- Exercise requirements:
The expected answer is every line of the material that contains the word "pdmodel".

- Excerpted records:
--- START ---
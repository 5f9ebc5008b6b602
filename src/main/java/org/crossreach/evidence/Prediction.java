package org.crossreach.evidence;

import java.util.ArrayList;
import java.util.List;

/**
 * How well a law predicts the discharge through cells that were hidden from it.
 *
 * <p>Percentages are of the discharge measured through the hidden cells. Blocks are runs of
 * neighbouring columns.
 *
 * @param candidate the law
 * @param blocks predicted minus measured, and measured, discharge of each block (m³/s)
 * @param scatterPct standard deviation of a block's error (%)
 * @param passBiasPct bias of each pass (%), NaN where none of its cells could be hidden
 */
public record Prediction(
    Candidate candidate, List<Block> blocks, double scatterPct, List<Double> passBiasPct) {

  public Prediction {
    blocks = List.copyOf(blocks);
    passBiasPct = List.copyOf(passBiasPct);
  }

  /**
   * Sums over neighbouring columns.
   *
   * @param pass place of the pass
   * @param error predicted minus measured discharge (m³/s)
   * @param measured discharge measured through the hidden cells (m³/s)
   */
  public record Block(int pass, double error, double measured) {}

  static Prediction of(Candidate candidate, List<Block> blocks, int passes) {
    double measured = blocks.stream().mapToDouble(Block::measured).sum();
    double mean = blocks.isEmpty() ? Double.NaN : measured / blocks.size();
    double bias = bias(blocks);
    double squares = 0;
    for (Block block : blocks) {
      double rest = block.error - bias * block.measured;
      squares += rest * rest;
    }
    double scatter =
        blocks.size() < 2
            ? Double.NaN
            : 100 * Math.sqrt(squares / (blocks.size() - 1)) / Math.abs(mean);
    List<Double> byPass = new ArrayList<>();
    for (int p = 0; p < passes; p++) {
      int pass = p;
      byPass.add(100 * bias(blocks.stream().filter(block -> block.pass == pass).toList()));
    }
    return new Prediction(candidate, blocks, scatter, byPass);
  }

  private static double bias(List<Block> blocks) {
    double error = 0;
    double measured = 0;
    for (Block block : blocks) {
      error += block.error;
      measured += block.measured;
    }
    return measured == 0 ? Double.NaN : error / measured;
  }

  /** Predicted minus measured discharge of all hidden cells (%). */
  public double biasPct() {
    return 100 * bias(blocks);
  }

  /** Standard error of the bias from the differences between blocks (%). */
  public double standardErrorPct() {
    return scatterPct / Math.sqrt(blocks.size());
  }

  /** Bias and its standard error together (%): what ranks the laws, the smaller the better. */
  double score() {
    return Math.hypot(biasPct(), standardErrorPct());
  }

  /**
   * By how many standard errors of the difference this law's bias is smaller than another's, block
   * by block over the same hidden cells.
   */
  double leadOver(Prediction other) {
    double own = Math.signum(biasPct());
    double others = Math.signum(other.biasPct());
    List<Block> difference = new ArrayList<>();
    for (int b = 0; b < blocks.size(); b++) {
      difference.add(
          new Block(
              0,
              others * other.blocks.get(b).error - own * blocks.get(b).error,
              blocks.get(b).measured));
    }
    Prediction lead = of(candidate, difference, 0);
    return lead.biasPct() / lead.standardErrorPct();
  }
}
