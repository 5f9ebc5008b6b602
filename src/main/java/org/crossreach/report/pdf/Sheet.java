package org.crossreach.report.pdf;

import java.awt.Color;
import java.io.IOException;
import org.apache.pdfbox.cos.COSName;
import org.apache.pdfbox.pdmodel.PDPage;
import org.apache.pdfbox.pdmodel.PDPageContentStream;
import org.apache.pdfbox.pdmodel.graphics.form.PDFormXObject;
import org.apache.pdfbox.util.Matrix;

/**
 * One page. Places are in points from the upper left corner; everything drawn is either a piece of
 * an element of the structure or mere decoration.
 */
final class Sheet {

  private final Book book;
  private final PDPage page;
  private final int number;
  private final double height;
  private final PDPageContentStream content;

  Sheet(Book book, PDPage page, int number, PDPageContentStream content) {
    this.book = book;
    this.page = page;
    this.number = number;
    this.height = page.getMediaBox().getHeight();
    this.content = content;
  }

  /** Something to draw. */
  interface Drawing {
    void draw() throws IOException;
  }

  /** Draws a piece of an element. */
  void piece(Structure.Element element, String type, Drawing drawing) throws IOException {
    content.beginMarkedContent(COSName.getPDFName(type), element.mark(page, number));
    drawing.draw();
    content.endMarkedContent();
  }

  /** Draws what says nothing. */
  void decoration(Drawing drawing) throws IOException {
    content.beginMarkedContent(COSName.ARTIFACT);
    drawing.draw();
    content.endMarkedContent();
  }

  /** Draws a line of text with its left end on a base line; {@link Ink#shown} text only. */
  void text(Ink ink, String text, double x, double baseline) throws IOException {
    content.beginText();
    content.setFont(book.font(ink.face()), (float) ink.size());
    content.setNonStrokingColor(ink.colour());
    content.newLineAtOffset((float) x, (float) (height - baseline));
    content.showText(text);
    content.endText();
  }

  /** Draws a straight line. */
  void line(Color colour, double width, double fromX, double fromY, double toX, double toY)
      throws IOException {
    content.setStrokingColor(colour);
    content.setLineWidth((float) width);
    content.moveTo((float) fromX, (float) (height - fromY));
    content.lineTo((float) toX, (float) (height - toY));
    content.stroke();
  }

  /** Fills a rectangle. */
  void fill(Color colour, double x, double y, double width, double high) throws IOException {
    content.setNonStrokingColor(colour);
    content.addRect((float) x, (float) (height - y - high), (float) width, (float) high);
    content.fill();
  }

  /** Draws a finished drawing with its upper left corner at a place. */
  void form(PDFormXObject form, double x, double y) throws IOException {
    content.saveGraphicsState();
    float high = form.getBBox().getHeight();
    content.transform(Matrix.getTranslateInstance((float) x, (float) (height - y - high)));
    content.drawForm(form);
    content.restoreGraphicsState();
  }

  /** Says where a figure stands. */
  void box(Structure.Element figure, double x, double y, double width, double high) {
    figure.box(x, height - y - high, x + width, height - y);
  }

  Book book() {
    return book;
  }

  void close() throws IOException {
    content.close();
  }
}
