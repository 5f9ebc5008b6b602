package org.crossreach.evidence;

import java.util.ArrayList;
import java.util.EnumMap;
import java.util.List;
import java.util.Locale;
import java.util.Map;
import org.crossreach.agreement.Result;
import org.crossreach.discharge.Exponents;
import org.crossreach.discharge.LaidMeasurement;
import org.crossreach.discharge.Reducer;
import org.crossreach.profile.Zone;
import org.crossreach.settings.BottomLaw;
import org.crossreach.settings.Exponent;
import org.crossreach.settings.ExponentRule;
import org.crossreach.settings.Settings;
import org.crossreach.settings.TopLaw;
import org.crossreach.survey.Measurement;
import org.crossreach.survey.UnusableInput;

/**
 * Every choice of extrapolation for one measurement, with the evidence for each.
 *
 * @param measurement what was recorded
 * @param settings the chosen settings
 * @param exponents the exponents by every rule
 * @param choices every combination of top law, bottom law and exponent rule, in a fixed order
 * @param top what the hidden cells say about the top
 * @param bottom what the hidden cells say about the bottom
 */
public record Comparison(
    Measurement measurement,
    Settings settings,
    Map<ExponentRule, Exponents> exponents,
    List<Choice> choices,
    Verdict top,
    Verdict bottom) {

  public Comparison {
    exponents = Map.copyOf(exponents);
    choices = List.copyOf(choices);
  }

  /**
   * Compares the choices. Passes are screened and laid once and integrated for each choice.
   *
   * @param measurement what was recorded
   * @param settings the chosen settings
   * @param reducer does the reductions
   * @throws UnusableInput when a used pass cannot be reduced
   */
  public static Comparison of(Measurement measurement, Settings settings, Reducer reducer)
      throws UnusableInput {
    LaidMeasurement laid = reducer.lay(measurement, settings);
    Map<ExponentRule, Exponents> exponents = new EnumMap<>(ExponentRule.class);
    for (ExponentRule rule : ExponentRule.values()) {
      Exponent exponent = new Exponent(rule, settings.exponent().value());
      exponents.put(rule, Exponents.of(laid, exponent, reducer.threads()));
    }
    List<Candidate> tops = new ArrayList<>();
    List<Candidate> bottoms = new ArrayList<>();
    for (ExponentRule rule :
        List.of(ExponentRule.FIXED, ExponentRule.FIT_ALL, ExponentRule.FIT_PASS)) {
      for (TopLaw law : TopLaw.values()) {
        Candidate candidate = Candidate.of(law, rule);
        if (tops.stream().noneMatch(candidate::same)) {
          tops.add(candidate);
        }
      }
      for (BottomLaw law : BottomLaw.values()) {
        bottoms.add(Candidate.of(law, rule));
      }
    }
    List<Prediction> top = HiddenCells.predict(laid, exponents, Zone.TOP, tops);
    List<Prediction> bottom = HiddenCells.predict(laid, exponents, Zone.BOTTOM, bottoms);
    List<Choice> choices = choices(laid, settings, exponents, reducer, top, bottom);
    ExponentRule rule = settings.exponent().rule();
    return new Comparison(
        measurement,
        settings,
        exponents,
        choices,
        Verdict.of(find(top, Candidate.of(settings.top(), rule)), top),
        Verdict.of(find(bottom, Candidate.of(settings.bottom(), rule)), bottom));
  }

  private static List<Choice> choices(
      LaidMeasurement laid,
      Settings settings,
      Map<ExponentRule, Exponents> exponents,
      Reducer reducer,
      List<Prediction> tops,
      List<Prediction> bottoms) {
    double chosen =
        Result.of(reducer.integrate(laid, settings, exponents.get(settings.exponent().rule())))
            .summary()
            .dischargeM3s()
            .mean();
    List<Choice> choices = new ArrayList<>();
    for (TopLaw top : TopLaw.values()) {
      for (BottomLaw bottom : BottomLaw.values()) {
        for (ExponentRule rule : ExponentRule.values()) {
          Settings other =
              settings
                  .withTop(top)
                  .withBottom(bottom)
                  .withExponent(new Exponent(rule, settings.exponent().value()));
          Result result = Result.of(reducer.integrate(laid, other, exponents.get(rule)));
          double mean = result.summary().dischargeM3s().mean();
          choices.add(
              new Choice(
                  other,
                  result,
                  100 * (mean - chosen) / Math.abs(chosen),
                  find(tops, Candidate.of(top, rule)),
                  find(bottoms, Candidate.of(bottom, rule))));
        }
      }
    }
    return choices;
  }

  private static Prediction find(List<Prediction> predictions, Candidate candidate) {
    return predictions.stream()
        .filter(each -> each.candidate().same(candidate))
        .findFirst()
        .orElseThrow();
  }

  /** The combination that was chosen. */
  public Choice chosen() {
    return choices.stream()
        .filter(each -> each.settings().equals(settings))
        .findFirst()
        .orElseThrow();
  }

  /**
   * The combination that the evidence favours: the chosen one unless another law predicts a zone
   * better, and not by chance; then the one with the smallest error by the hidden cells among those
   * that take the better law in that zone and keep the chosen one in the other.
   */
  public Choice favoured() {
    Choice best = null;
    for (Choice each : choices) {
      if (fits(top, each.top())
          && fits(bottom, each.bottom())
          && sameRules(each)
          && (best == null || each.score() < best.score())) {
        best = each;
      }
    }
    return anyBetter() && best != null ? best : chosen();
  }

  /** Whether the exponent's rule is that of a zone in which another law is favoured. */
  private boolean sameRules(Choice choice) {
    ExponentRule rule = choice.settings().exponent().rule();
    return !anyBetter() || takes(top, rule) || takes(bottom, rule);
  }

  private static boolean takes(Verdict verdict, ExponentRule rule) {
    Candidate best = verdict.best().candidate();
    return verdict.finding() == Verdict.Finding.FAVOURS_ANOTHER && best.rule() == rule;
  }

  private boolean anyBetter() {
    return top.finding() == Verdict.Finding.FAVOURS_ANOTHER
        || bottom.finding() == Verdict.Finding.FAVOURS_ANOTHER;
  }

  private static boolean fits(Verdict verdict, Prediction prediction) {
    Prediction wanted =
        verdict.finding() == Verdict.Finding.FAVOURS_ANOTHER ? verdict.best() : verdict.chosen();
    return prediction.candidate().law().equals(wanted.candidate().law());
  }

  /** What the evidence favours and what it would change, in one sentence. */
  public String conclusion() {
    Choice favoured = favoured();
    if (anyBetter()) {
      return String.format(
          Locale.ROOT,
          "The evidence favours %s; it would change the discharge by %+.2f %%.",
          favoured.label(),
          favoured.changePct());
    }
    boolean doubt =
        top.finding() != Verdict.Finding.SUPPORTS || bottom.finding() != Verdict.Finding.SUPPORTS;
    return doubt
        ? "The evidence cannot tell; it gives no reason to leave " + chosen().label() + "."
        : "The evidence supports " + chosen().label() + ".";
  }
}
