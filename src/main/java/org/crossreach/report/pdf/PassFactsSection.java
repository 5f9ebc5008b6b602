package org.crossreach.report.pdf;

import java.util.List;
import org.crossreach.discharge.PassDischarge;
import org.crossreach.report.Quantity;
import org.crossreach.survey.Edge;
import org.crossreach.survey.Ensembles;

/** Identity of site, measurement, pass and instrument. */
final class PassFactsSection implements TransectSection {

  @Override
  public List<Block> blocks(Subject subject, PassDischarge pass) {
    Ensembles ensembles = pass.pass().ensembles();
    int last = ensembles.size() - 1;
    Facts facts = Facts.under(subject.style().label(), subject.style().body(), 4);
    MeasurementFacts.addSite(facts, subject);
    facts
        .add(
            "Time",
            Subject.clock(Subject.start(pass)) + " – " + Subject.clockWithOffset(Subject.end(pass)))
        .add(
            "Record",
            pass.pass().file()
                + ", ensembles "
                + ensembles.number(0)
                + " – "
                + ensembles.number(last))
        .add("Left edge", edge(subject, pass.pass().leftEdge()))
        .add("Right edge", edge(subject, pass.pass().rightEdge()));
    MeasurementFacts.addInstrument(facts, subject);
    return List.of(new Gap(8), facts);
  }

  private static String edge(Subject subject, Edge edge) {
    String distance = subject.with(Quantity.LENGTH, edge.distanceM(), 2);
    return Double.isNaN(edge.coefficient())
        ? distance + ", discharge as given"
        : distance + ", coefficient " + Plain.number(edge.coefficient());
  }
}
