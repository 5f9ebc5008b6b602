package org.crossreach.evidence;

import java.util.ArrayList;
import java.util.List;
import java.util.Optional;
import org.crossreach.profile.Laws;
import org.crossreach.profile.VelocityLaw;
import org.crossreach.profile.Zone;
import org.crossreach.settings.BottomLaw;
import org.crossreach.settings.Choice;
import org.crossreach.settings.ExponentRule;
import org.crossreach.settings.TopLaw;

/**
 * A law for one unmeasured zone, with the rule for its exponent where it has one.
 *
 * @param zone {@link Zone#TOP} or {@link Zone#BOTTOM}
 * @param law key of the law in the settings
 * @param rule rule for the exponent; empty when the exponent does not matter to the law
 */
public record Candidate(Zone zone, String law, Optional<ExponentRule> rule) {

  static Candidate of(TopLaw law, ExponentRule rule) {
    return new Candidate(Zone.TOP, law.key(), rule(Laws.of(law), rule));
  }

  static Candidate of(BottomLaw law, ExponentRule rule) {
    return new Candidate(Zone.BOTTOM, law.key(), rule(Laws.of(law), rule));
  }

  private static Optional<ExponentRule> rule(VelocityLaw law, ExponentRule rule) {
    return law.takesExponent() ? Optional.of(rule) : Optional.empty();
  }

  /** Every candidate for the surface, then every one for the bed, in a fixed order. */
  static List<Candidate> all() {
    List<Candidate> all = new ArrayList<>();
    for (Combination each : Combination.all()) {
      addNew(all, each.atTop());
    }
    for (Combination each : Combination.all()) {
      addNew(all, each.atBottom());
    }
    return List.copyOf(all);
  }

  private static void addNew(List<Candidate> all, Candidate candidate) {
    if (!all.contains(candidate)) {
      all.add(candidate);
    }
  }

  /** The law itself. */
  VelocityLaw velocityLaw() {
    return switch (zone) {
      case TOP -> Laws.of(option(TopLaw.class));
      case BOTTOM -> Laws.of(option(BottomLaw.class));
      case MEASURED -> throw new IllegalStateException("nothing is estimated where cells are");
    };
  }

  private <E extends Enum<E> & Choice> E option(Class<E> options) {
    return Choice.find(options, law).orElseThrow();
  }

  /** How freely the exponent varies: not at all, once, or in each pass. */
  int freedom() {
    return rule.isEmpty() ? 0 : freedom(rule.get());
  }

  static int freedom(ExponentRule rule) {
    return switch (rule) {
      case FIXED -> 0;
      case FIT_ALL -> 1;
      case FIT_PASS -> 2;
    };
  }

  /** For people, for example {@code power fit-all} or {@code constant}. */
  public String text() {
    return rule.isEmpty() ? law : law + " " + rule.get().key();
  }
}
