package org.crossreach.report.pdf;

import java.io.IOException;
import java.io.OutputStream;
import java.util.ArrayList;
import java.util.Calendar;
import java.util.Comparator;
import java.util.List;
import org.apache.pdfbox.cos.COSArray;
import org.apache.pdfbox.cos.COSDictionary;
import org.apache.pdfbox.cos.COSName;
import org.apache.pdfbox.cos.COSStream;
import org.apache.pdfbox.cos.COSString;
import org.apache.pdfbox.pdmodel.PDDocument;

/**
 * The files that travel inside a PDF and those that would make it too large.
 *
 * @param inside compressed, in the order given
 * @param beside the others
 */
record Attachments(List<Packed> inside, List<Packed> beside) {

  /**
   * Room for all files inside, compressed (bytes). Pages and fonts take about 150,000; together
   * they stay within 400,000.
   */
  static final int ROOM = 220_000;

  /** Decides what travels inside: each file, in order, that still fits. */
  static Attachments of(List<Attachment> attachments) {
    List<Packed> inside = new ArrayList<>();
    List<Packed> beside = new ArrayList<>();
    int taken = 0;
    for (Attachment attachment : attachments) {
      Packed packed = Packed.of(attachment);
      if (taken + packed.compressed().length <= ROOM) {
        taken += packed.compressed().length;
        inside.add(packed);
      } else {
        beside.add(packed);
      }
    }
    return new Attachments(inside, beside);
  }

  /** Hangs files into a document, as PDF/A-3 wants them (ISO 19005-3, 6.8). */
  static void embed(PDDocument pdf, List<Packed> files, Calendar time) throws IOException {
    if (files.isEmpty()) {
      return;
    }
    List<Packed> sorted = new ArrayList<>(files);
    sorted.sort(Comparator.comparing(each -> each.attachment().name()));
    COSArray associated = new COSArray();
    COSArray names = new COSArray();
    for (Packed file : sorted) {
      COSDictionary specification = specification(pdf, file, time);
      associated.add(specification);
      names.add(new COSString(file.attachment().name()));
      names.add(specification);
    }
    COSDictionary tree = new COSDictionary();
    tree.setItem(COSName.NAMES, names);
    COSDictionary dictionary = new COSDictionary();
    dictionary.setItem(COSName.EMBEDDED_FILES, tree);
    COSDictionary catalog = pdf.getDocumentCatalog().getCOSObject();
    catalog.setItem(COSName.NAMES, dictionary);
    catalog.setItem(COSName.getPDFName("AF"), associated);
  }

  private static COSDictionary specification(PDDocument pdf, Packed file, Calendar time)
      throws IOException {
    Attachment attachment = file.attachment();
    COSStream stream = pdf.getDocument().createCOSStream();
    try (OutputStream raw = stream.createRawOutputStream()) {
      raw.write(file.compressed());
    }
    stream.setItem(COSName.TYPE, COSName.EMBEDDED_FILE);
    stream.setItem(COSName.SUBTYPE, COSName.getPDFName(attachment.mediaType()));
    stream.setItem(COSName.FILTER, COSName.FLATE_DECODE);
    COSDictionary parameters = new COSDictionary();
    parameters.setInt(COSName.SIZE, attachment.bytes().length);
    parameters.setDate(COSName.MOD_DATE, time);
    parameters.setItem(
        COSName.getPDFName("CheckSum"), new COSString(Packed.digest("MD5", attachment.bytes())));
    stream.setItem(COSName.PARAMS, parameters);
    COSDictionary embedded = new COSDictionary();
    embedded.setItem(COSName.F, stream);
    embedded.setItem(COSName.UF, stream);
    COSDictionary specification = new COSDictionary();
    specification.setItem(COSName.TYPE, COSName.FILESPEC);
    specification.setItem(COSName.F, new COSString(attachment.name()));
    specification.setItem(COSName.UF, new COSString(attachment.name()));
    specification.setItem(COSName.DESC, new COSString(attachment.description()));
    specification.setItem(
        COSName.getPDFName("AFRelationship"), COSName.getPDFName(attachment.relation().key()));
    specification.setItem(COSName.EF, embedded);
    return specification;
  }
}
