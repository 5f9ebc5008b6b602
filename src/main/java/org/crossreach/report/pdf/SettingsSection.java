package org.crossreach.report.pdf;

import java.util.ArrayList;
import java.util.List;
import org.crossreach.discharge.PassDischarge;
import org.crossreach.screen.FoundLimit;
import org.crossreach.settings.Limit;

/** Every choice by which the measurement was reduced. */
final class SettingsSection implements TransectSection, MeasurementSection {

  private static final int COLUMNS = 3;

  @Override
  public List<Block> blocks(Subject subject, PassDischarge pass) {
    return blocks(subject, pass.section().pass().accounting().limits());
  }

  @Override
  public List<Block> blocks(Subject subject) {
    return blocks(subject, List.of());
  }

  /** A limit that was found in the pass stands beside the choice that asked for it. */
  private static List<Block> blocks(Subject subject, List<FoundLimit> limits) {
    PageStyle style = subject.style();
    Facts facts = Facts.inLine(style.label(), style.body(), COLUMNS);
    for (SettingRows.Row row : SettingRows.of(subject.result().reduction().settings())) {
      facts.add(row.key(), row.value() + found(row.key(), limits));
    }
    List<Block> blocks = new ArrayList<>();
    blocks.add(style.section("Effective settings"));
    blocks.add(facts);
    return blocks;
  }

  private static String found(String key, List<FoundLimit> limits) {
    for (FoundLimit limit : limits) {
      boolean same = key.equals("screening." + limit.criterion().key());
      if (same && limit.kind() == Limit.Kind.AUTO && Double.isFinite(limit.value())) {
        return " (" + Plain.number(limit.value()) + ")";
      }
    }
    return "";
  }
}
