package org.crossreach.report.pdf;

import java.util.List;
import org.crossreach.agreement.Spread;
import org.crossreach.agreement.Summary;
import org.crossreach.report.Decimals;
import org.crossreach.report.Quantity;

/** The mean discharge, its zones, and the spread of the passes. */
final class MeanSection implements MeasurementSection {

  @Override
  public List<Block> blocks(Subject subject) {
    Summary summary = subject.result().summary();
    return List.of(
        new SideBySide(
            List.of(
                number(subject, summary),
                List.of(ZoneTable.of(subject, summary.zones())),
                List.of(spread(subject, summary))),
            List.of(1.05, 1.45, 1.45),
            16));
  }

  private static List<Block> number(Subject subject, Summary summary) {
    PageStyle style = subject.style();
    return List.of(
        new Text("P", style.caption(), "Discharge"),
        new Gap(2),
        new BigNumber(
            subject.discharge(summary.dischargeM3s().mean()),
            Quantity.DISCHARGE.symbol(subject.units()),
            style.result(),
            style.unit()),
        new Gap(4),
        new Text("P", style.body(), basis(subject, summary)));
  }

  private static String basis(Subject subject, Summary summary) {
    Spread spread = summary.dischargeM3s();
    if (spread.count() < 2) {
      return "From one pass: its spread is unknown.";
    }
    return "Mean of "
        + spread.count()
        + " passes; 95 % interval of the mean from their spread alone: "
        + subject.discharge(spread.mean() - spread.ci95Half())
        + " to "
        + subject.discharge(spread.mean() + spread.ci95Half())
        + " "
        + Quantity.DISCHARGE.symbol(subject.units())
        + ".";
  }

  private static Table spread(Subject subject, Summary summary) {
    Spread discharge = summary.dischargeM3s();
    Decimals one = new Decimals(1);
    return new Table(
            subject.style().tables(),
            List.of(Table.Heading.prose("Spread of the passes"), Table.Heading.numbers("Value")))
        .row("Passes used", Integer.toString(summary.passesUsed()))
        .row("Exposure", new Decimals(0).of(summary.exposureS()) + " s")
        .row("Standard deviation", withUnit(subject, discharge.sd()))
        .row("Coefficient of variation", percent(one, discharge.covPct()))
        .row("Range", percent(one, discharge.rangePct()))
        .row("Half of the 95 % interval", withUnit(subject, discharge.ci95Half()));
  }

  private static String withUnit(Subject subject, double m3s) {
    String number = subject.discharge(m3s);
    return number.equals(Decimals.NONE)
        ? number
        : number + " " + Quantity.DISCHARGE.symbol(subject.units());
  }

  private static String percent(Decimals decimals, double value) {
    return Double.isFinite(value) ? decimals.of(value) + " %" : Decimals.NONE;
  }
}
--- END ---
- Response area:
import org.apache.pdfbox.pdmodel.PDPage;
import org.apache.pdfbox.pdmodel.PDPageContentStream;
import org.apache.pdfbox.pdmodel.graphics.form.PDFormXObject;
import org.apache.pdfbox.pdmodel.PDDocument;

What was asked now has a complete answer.